Cette exhortation du philosophe à réveiller l'humanité endormie, une seule femme l'avait entendue, "La dernière femme" qui vivait sur les hauteurs d'une caverne à la manière de Zarathoustra, cet éveilleur de conscience "pareil au semeur qui, après avoir répandu sa graine dans les sillons, attend que la semence lève. " Et cela, "que la semence lève", la Solitaire en avait eu, toute son existence, une conscience aiguë, proche d'une maladie, une fièvre interne, des vertiges, de longs frissonnements qui soulevaient sur sa peau une théorie de picots. Des graines en attente d'éclosion, des graines levantes disposées au métabolisme universel, des graines gonflées de sève qui tendaient leur fragile coque aux faveurs de l'héliotropisme, qui se hissaient sur leur partie la plus érectile afin qu'à leur contact le sens s'inscrivît à même la promesse dont elles étaient porteuses. Partout, sur la terre, au creux des frais vallons, sur l'épaule souple des collines, dans les cannelures des villes, dans les demeures de ciment aux fenêtres étroites, des milliers de graines contiguës faisaient leur chant de levain, leur comptine de mie odorante, leur fable de croûte disposée à l'accueil de ce qui croissait et se multipliait parmi les sutures et les entrelacs du chaos. Seulement les graines n'étaient pas sorties de leur pénombre originelle qu'elles se dispersaient en une multitude d'affairements multicolores, en une myriade d'éblouissements polyphoniques, en un étoilement de gerbes luxuriantes. C'est de là, de cette occupation constante, de cet aveuglement à suivre le sillon tracé par le destin que naissait la surdité primordiale, celle qui ne pouvait se terminer que dans les affres des fosses carolines, un pieu traversant l'anatomie suffoquée. C'était toujours pareil : la finitude sur laquelle on venait s'empaler comme de frêles insectes sur l'aiguille illisible de l'entomologiste. Et, au-dessous de soi, la mutité compacte de la plaque de liège et, au-dessus de soi la vitre glauque du ciel au goût de formol. Tétanisés avant même d'avoir terminé leur métamorphose, ainsi étaient "les hommes de bonne volonté", une aile clouée au pur désir de commencer, une autre rivée à la hâte d'en finir. Entre les deux, la simple histoire d'une vacuité redoublée de la symphonie achevée d'une vanité constitutionnelle.
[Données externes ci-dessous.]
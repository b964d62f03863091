export { readHealth } from "./read-health";
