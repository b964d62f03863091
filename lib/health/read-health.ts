import { sql } from "drizzle-orm";
import { z } from "zod";
import { queueDepth } from "@/lib/jobs";
import { EVERYONE } from "@/lib/kernel/actor";
import { systemNow } from "@/lib/kernel/clock";
import { open, query } from "@/lib/kernel/verb";

/** Public on purpose: it tells a monitor whether the service works, and nothing of what it holds. */
export const readHealth = query({
  name: "health.readHealth",
  who: EVERYONE,
  input: z.object({}),
  authorise: open("a monitor has no account"),
  run: async ({ reader }) => {
    try {
      await reader.execute(sql`select 1`);
      const depth = await queueDepth(reader);
      return { ok: true, database: "reachable", jobs: { ready: depth.ready ?? 0, running: depth.leased ?? 0, failed: depth.failed ?? 0 }, at: systemNow().toISOString() };
    } catch {
      return { ok: false, database: "not reachable", jobs: null, at: systemNow().toISOString() };
    }
  },
});
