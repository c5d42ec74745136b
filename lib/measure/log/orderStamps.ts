import { formatCount } from '@/lib/units';

import type { LogSamples, LogWarning } from './logTypes';
import { isDated, isWallClock } from './timeStamp';

const daySeconds = 86_400;
const hourSeconds = 3600;
/** A longer run of falling stamps is no mere shuffle of rows. */
const longestShuffle = 5;

/** Readings in true order: seconds from the first stamp, which stands apart on the format's own scale. */
export interface OrderedSamples {
  samples: LogSamples;
  /** First stamp as written, on the format's own scale. */
  originS: number;
  /** Usual time between rows, s. */
  stepS: number;
  warnings: LogWarning[];
}

/**
 * Puts readings in the order in which they were taken. Clock times that pass midnight (or noon, on a clock without
 * am and pm) go on; a count that starts again goes on where it stopped; a clock set back an hour is put forward; rows
 * out of place are sorted in; a log written newest first is turned round. All of it is counted and said.
 */
export function orderStamps(samples: LogSamples): OrderedSamples {
  const warnings: LogWarning[] = [];
  let ordered = samples;
  if (isNewestFirst(samples.timeS)) {
    ordered = permute(
      samples,
      Uint32Array.from(samples.timeS, (_, index) => samples.timeS.length - 1 - index),
    );
    warnings.push({
      code: 'newestFirst',
      text: 'The log runs from the newest row to the oldest; it was turned round.',
    });
  }
  const stepS = usualStep(ordered.timeS);
  const { timeS, late } = straighten(ordered, stepS, warnings);
  ordered = { ...ordered, timeS };
  if (late > 0) {
    const order = Uint32Array.from(timeS, (_, index) => index);
    order.sort((one, other) => (timeS[one] ?? 0) - (timeS[other] ?? 0) || one - other);
    ordered = permute(ordered, order);
  }
  const times = ordered.timeS;
  const originS = times[0] ?? 0;
  let duplicates = 0;
  let firstDuplicate = 0;
  for (let index = times.length - 1; index >= 0; index -= 1) {
    if (index > 0 && times[index] === times[index - 1]) {
      duplicates += 1;
      firstDuplicate = ordered.row[index] ?? 0;
    }
    times[index] = (times[index] ?? 0) - originS;
  }
  if (duplicates > 0) {
    warnings.push({
      code: 'duplicateStamps',
      text: `${formatCount(duplicates)} rows repeat the time of the row before; they add no time.`,
      count: duplicates,
      atRow: firstDuplicate,
    });
  }
  return { samples: ordered, originS, stepS, warnings };
}

const isNewestFirst = (timeS: Float64Array): boolean => {
  let falls = 0;
  let rises = 0;
  for (let index = 1; index < timeS.length; index += 1) {
    const step = (timeS[index] ?? 0) - (timeS[index - 1] ?? 0);
    if (step < 0) falls += 1;
    else if (step > 0) rises += 1;
  }
  return falls > 2 && falls > 2 * rises;
};

/** Median of the rising steps, of at most some 4,000 of them. */
const usualStep = (timeS: Float64Array): number => {
  const stride = Math.max(1, Math.floor(timeS.length / 4000));
  const steps: number[] = [];
  for (let index = 1; index < timeS.length; index += stride) {
    const step = (timeS[index] ?? 0) - (timeS[index - 1] ?? 0);
    if (step > 0) steps.push(step);
  }
  return steps.sort((one, other) => one - other)[Math.floor(steps.length / 2)] ?? 1;
};

const permute = (samples: LogSamples, order: Uint32Array): LogSamples => {
  const pick = (values: Float64Array) => Float64Array.from(order, (index) => values[index] ?? NaN);
  const pickOrNull = (values: Float64Array | null) => (values ? pick(values) : null);
  return {
    ...samples,
    timeS: pick(samples.timeS),
    currentA: pick(samples.currentA),
    voltageV: pickOrNull(samples.voltageV),
    powerW: pickOrNull(samples.powerW),
    temperatureC: pickOrNull(samples.temperatureC),
    lowestCellV: pickOrNull(samples.lowestCellV),
    highestCellV: pickOrNull(samples.highestCellV),
    counterAh: pickOrNull(samples.counterAh),
    row: Int32Array.from(order, (index) => samples.row[index] ?? 0),
  };
};

/** What happened at rows whose stamp falls. */
const happenings = {
  midnight: 'The clock passes midnight; the times go on into the next day.',
  twelveHour: 'The clock starts again at 1 after 12 without am or pm; the times go on.',
  restart: 'The count of time starts again; the log was joined there as if no time had passed.',
  setBack: 'The clock was set back an hour; later times were put forward by it.',
} as const;
type Happening = keyof typeof happenings;

/** Adds what a clock loses at midnight, at a restart or when set back; counts rows that are merely out of place. */
const straighten = (
  { timeS: raw, timeFormat, row }: LogSamples,
  stepS: number,
  warnings: LogWarning[],
): { timeS: Float64Array; late: number } => {
  const timeS = new Float64Array(raw.length);
  const seen = new Map<Happening, { count: number; atRow: number }>();
  const isHalfDayClock = timeFormat === 'clock' && raw.every((stamp) => stamp < 13 * hourSeconds);
  let shift = 0;
  let high = -Infinity;
  let late = 0;
  let firstLate = 0;
  for (let index = 0; index < raw.length; index += 1) {
    let stamp = (raw[index] ?? 0) + shift;
    // Just after midnight a row from just before it may still come.
    if (timeFormat === 'clock' && shift > 0 && stamp - high > daySeconds / 2) stamp -= daySeconds;
    if (stamp < high) {
      const what = happeningAt(raw, index, high - shift, timeFormat, isHalfDayClock);
      if (what === 'late') {
        late += 1;
        firstLate ||= row[index] ?? 0;
      } else {
        const drop = high - stamp;
        shift += {
          midnight: daySeconds,
          twelveHour: daySeconds / 2,
          restart: drop + stepS,
          setBack: hourSeconds,
        }[what];
        stamp = (raw[index] ?? 0) + shift;
        const before = seen.get(what);
        seen.set(what, { count: (before?.count ?? 0) + 1, atRow: before?.atRow ?? row[index] ?? 0 });
      }
    }
    timeS[index] = stamp;
    high = Math.max(high, stamp);
  }
  for (const [what, where] of seen) warnings.push({ code: what, text: happenings[what], ...where });
  if (late > 0) {
    const text = `${formatCount(late)} rows are out of order in time; they were sorted in.`;
    warnings.push({ code: 'outOfOrder', text, count: late, atRow: firstLate });
  }
  return { timeS, late };
};

/** Why the stamp at `index` lies below the highest before it (both on the scale as written). */
const happeningAt = (
  raw: Float64Array,
  index: number,
  high: number,
  timeFormat: LogSamples['timeFormat'],
  isHalfDayClock: boolean,
): Happening | 'late' => {
  const drop = high - (raw[index] ?? 0);
  if (timeFormat === 'clock' && isHalfDayClock && drop > 10 * hourSeconds && drop <= 12 * hourSeconds)
    return 'twelveHour';
  if (timeFormat === 'clock' && drop > daySeconds / 2) return 'midnight';
  const isSetBack = isWallClock(timeFormat) && Math.abs(drop - hourSeconds) < 300;
  if (isDated(timeFormat) && !isSetBack) return 'late';
  for (let ahead = index + 1; ahead <= index + longestShuffle && ahead < raw.length; ahead += 1) {
    if ((raw[ahead] ?? 0) >= high) return 'late';
  }
  const isTail = index + longestShuffle >= raw.length;
  if (isSetBack) return isTail ? 'late' : 'setBack';
  // Near the end a small step back is a row out of place, a fall to the start is a new count.
  return isTail && drop < high / 2 ? 'late' : 'restart';
};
Mais, déjà, il a été assez dit de ces piétinements dans les contingences mondaines, de ces nages de carpes koï au ventre gonflé s'échouant sur les sables de leur incomplétude, de leur impuissance à être. A paraître seulement, comme les marionnettes que l'on range dans le corridor obscur des coffres une fois le spectacle terminé, le castelet replié sur son mutisme éternel. Il y avait mieux à faire que de renoncer et de confier le vestibule étroit de ses lèvres au baiser gluant et fade de la mort. Infiniment mieux à faire que de confier son corps à la première irrésolution venue. Voici ce qu'il fallait faire, que la Solitaire avait placé en exergue de sa fragile traversée parmi les hommes. Un matin de claire lumière, avant que ne survienne l'irréparable chute, elle avait gagné le sombre des garrigues, là où la végétation cédait la place au silence des pierres. L'air était doux, parfumé de romarin et gonflé d'iode. Quelques senteurs de lavande se détachaient des touffes mauves, posant ci et là leurs touches étoilées. Solitaire avait emprunté le vallon qui sinuait en de profondes gorges, des bouquets de pins torturés par le vent s'accrochant aux plaques de gravier blanc. Le silence était partout, seulement troublé, parfois, par le grésillement d'un insecte, la dilatation d'une pierre sous les premières butées de lumière.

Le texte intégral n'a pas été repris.